Johnny Michaels of La Belle Vie was at the forefront of the craft cocktail resurgence when it hit the Twin Cities a few years back. Since then, he’s gone on to consult on drink lists at several fine bars around the metro, including Café Maude and Icehouse. His Great Halloween Blizzard of 1991 is an alternate version of his Ciderhaus, made with whiskey instead of bourbon, in honor of his storm experience. The snow had stranded Michaels at a friend’s house without a winter hat and, when the two set off in search of provisions, he improvised a paper balaclava from a Lunds grocery bag, tucking the upside-down sack into his jacket collar and ripping out a hole for his eyes. Michaels and his friend then headed over to Hennepin-Lake Liquors in Minneapolis, where his robber-like headgear set the staff into a panic. After Michaels abated their fears, the staff sent him off with a replacement blaze-orange hunter’s cap branded with the Jack Daniel's logo. With that memory in mind, Michaels created this boozy warm-up that softens the alcohol’s sting with the sweetness of apple and woodsy allspice.
 

Halloween Blizzard DrinkThe Great Halloween Blizzard of 1991

1½ oz. Jack Daniel’s whiskey (or other whiskey)
½ oz. Schonauer Apfel (or other apple schnapps or apple-juice concentrate)
¼ oz. St. Elizabeth Allspice Dram (optional)
Dash of Angostura bitters
Splash of dry French sparkling cider (or a splash of fresh cider and cava)
Apple slices

Pour whiskey, apple schnapps, and allspice dram into a lowball glass with ice. Top with bitters and sparkling cider. Garnish with apple slices.
 

Pip Hanson, Marvel Bar

Pip Hanson and his crew at the Marvel Bar are meticulous drink-makers who like to experiment with non-traditional mixers—they hand-chip their ice from 300-pound blocks and shake their gin with olive oil. Inspired by his titular ingredient, Hanson not only reached for a corn-based spirit, but actually juiced his own fresh kernels. (Don’t be deterred by the septic smell, as the sweet juice tastes much better than its odor suggests.) Hanson’s drink is a bourbon silver fizz—silver means it’s shaken with an egg white. The result is a creamy, light, butter-yellow beverage with a sweet-tart bite and a whisper of corn below its frothy top: Indian summer in a glass.
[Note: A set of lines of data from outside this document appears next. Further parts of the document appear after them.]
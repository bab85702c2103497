import { describe, expect, test } from "vitest";
import { apiPolicy, cameOverHttps, COMMON_HEADERS, newNonce, NOTHING_POLICY, pagePolicy, securityHeadersFor } from "@/lib/auth/security-headers";

/** The directives of a policy, by name (CSP Level 3 § 2.2.1: a policy is a ;-separated list). */
function directives(policy: string): Map<string, string[]> {
  return new Map(
    policy
      .split(";")
      .map((d) => d.trim().split(/\s+/))
      .filter((d) => d[0])
      .map(([name, ...values]) => [name!, values]),
  );
}

const page = (path: string, headers: Record<string, string> = {}, trustProxy = false) => securityHeadersFor(new URL(`http://localhost:3000${path}`), new Headers(headers), { trustProxy });

describe("every response", () => {
  // Values: OWASP Secure Headers Project, "Response headers" (nosniff, strict-origin-when-cross-origin, DENY).
  test.each([
    ["/sign-in", "X-Content-Type-Options", "nosniff"],
    ["/sign-in", "Referrer-Policy", "strict-origin-when-cross-origin"],
    ["/sign-in", "X-Frame-Options", "DENY"],
    ["/api/v1/me", "X-Content-Type-Options", "nosniff"],
    ["/api/v1/me", "Referrer-Policy", "strict-origin-when-cross-origin"],
    ["/verify/ABC", "X-Frame-Options", "DENY"],
    ["/no/such/page", "X-Content-Type-Options", "nosniff"],
  ])("%s carries %s: %s", (path, header, value) => {
    expect(page(path).response[header]).toBe(value);
  });

  test("a Permissions-Policy that refuses the camera, microphone and location", () => {
    for (const feature of ["camera=()", "microphone=()", "geolocation=()"]) expect(COMMON_HEADERS["Permissions-Policy"]).toContain(feature);
  });
});

describe("the page policy", () => {
  const nonce = "bm9uY2Ugb2YgdGhlIHRlc3Q=";
  const csp = directives(pagePolicy(nonce));

  // Expected values: Next's guide to a CSP with a nonce (node_modules/next/dist/docs/01-app/02-guides/content-security-policy.md).
  test.each([
    ["script-src", ["'self'", `'nonce-${nonce}'`, "'strict-dynamic'"]],
    ["object-src", ["'none'"]],
    ["base-uri", ["'self'"]],
    ["form-action", ["'self'"]],
    ["frame-ancestors", ["'none'"]],
    ["default-src", ["'self'"]],
  ])("%s is %j", (name, values) => {
    expect(csp.get(name)).toEqual(values);
  });

  test("no 'unsafe-inline' and no 'unsafe-eval' for scripts outside development", () => {
    expect(csp.get("script-src")).not.toContain("'unsafe-inline'");
    expect(csp.get("script-src")).not.toContain("'unsafe-eval'");
    expect(directives(pagePolicy(nonce, { dev: true })).get("script-src")).toContain("'unsafe-eval'");
  });

  test("each request gets its own nonce, of 128 random bits", () => {
    const a = page("/sign-in");
    const b = page("/sign-in");
    expect(a.request["x-nonce"]).not.toBe(b.request["x-nonce"]);
    expect(Buffer.from(a.request["x-nonce"]!, "base64")).toHaveLength(16);
    // Next reads the nonce from the request's policy, so the request carries the same policy as the response.
    expect(a.request["Content-Security-Policy"]).toBe(a.response["Content-Security-Policy"]);
    expect(a.response["Content-Security-Policy"]).toContain(`'nonce-${a.request["x-nonce"]}'`);
    expect(new Set(Array.from({ length: 50 }, newNonce)).size).toBe(50);
  });
});

describe("route handlers' answers", () => {
  test.each([
    ["/api/v1/me", "default-src 'none'; frame-ancestors 'none'; base-uri 'none'; form-action 'none'"],
    ["/api/v1/uploads/12", "default-src 'none'; frame-ancestors 'none'; base-uri 'none'; form-action 'none'"],
    ["/api/v1/pairs/TL-1/certificate", "default-src 'none'; frame-ancestors 'none'; base-uri 'none'; form-action 'none'"],
    // The mail attachment route asks for a sandbox itself; the proxy's header wins, so it repeats it.
    ["/api/v1/admin/mail/4/attachments/0", "default-src 'none'; frame-ancestors 'none'; base-uri 'none'; form-action 'none'; sandbox"],
  ])("%s: %s, and no nonce", (path, policy) => {
    expect(apiPolicy(path)).toBe(policy);
    expect(page(path).response["Content-Security-Policy"]).toBe(policy);
    expect(page(path).request).toEqual({});
  });
});

describe("static files", () => {
  test.each(["/_next/static/chunks/main.js", "/_next/static/css/app.css", "/fonts/text.woff2", "/favicon.ico", "/_next/image?url=x"])("%s: the nothing policy, no nonce", (path) => {
    expect(page(path).response["Content-Security-Policy"]).toBe(NOTHING_POLICY);
    expect(page(path).request).toEqual({});
  });

  test.each(["/favicon.ico.html", "/fontsx", "/_next/staticx"])("%s is a page like any other", (path) => {
    expect(page(path).request["x-nonce"]).toBeTruthy();
  });
});

describe("HSTS only over https", () => {
  test.each([
    ["http://localhost:3000/sign-in", {}, false, false],
    ["http://localhost:3000/sign-in", {}, true, false],
    // Next builds the URL's protocol from X-Forwarded-Proto, so the URL counts for nothing either.
    ["https://twinleaf.test/sign-in", {}, false, false],
    // Anyone can send X-Forwarded-Proto: it counts only when the operator trusts the proxy in front.
    ["http://localhost:3000/sign-in", { "x-forwarded-proto": "https" }, false, false],
    ["http://localhost:3000/sign-in", { "x-forwarded-proto": "https" }, true, true],
    ["http://localhost:3000/sign-in", { "x-forwarded-proto": "http" }, true, false],
    ["http://localhost:3000/sign-in", { "x-forwarded-proto": "https, http" }, true, true],
  ])("%s with %j, proxy trusted %s: %s", (address, headers, trust, https) => {
    expect(cameOverHttps(new Headers(headers), trust)).toBe(https);
    const got = securityHeadersFor(new URL(address), new Headers(headers), { trustProxy: trust }).response;
    // max-age of one year: OWASP HTTP Strict Transport Security Cheat Sheet.
    expect(got["Strict-Transport-Security"]).toBe(https ? "max-age=31536000; includeSubDomains" : undefined);
    expect(directives(got["Content-Security-Policy"]!).has("upgrade-insecure-requests")).toBe(https);
  });
});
Were you to find yourself lost in Sever’s Corn Maze with one of these in hand, you wouldn’t really care if you found your way out.
 

Corn Maze DrinkLost in Sever’s Corn Maze

1 ²/³ oz. J.W. Dant Bonded bourbon (or other bottled-in-bond bourbon)
1 oz. fresh sweet-corn juice
²/³ oz. fresh lemon juice
¹/³ oz. simple syrup
1 egg white
1 oz. seltzer

Place all ingredients except seltzer in a Boston shaker. Add three cubes of standard kitchen ice cubes and shake vigorously for about 30 seconds, or until almost all of the ice has melted. Strain into a chilled glass, tap the glass against the counter, and gently swirl to separate foam before topping with seltzer.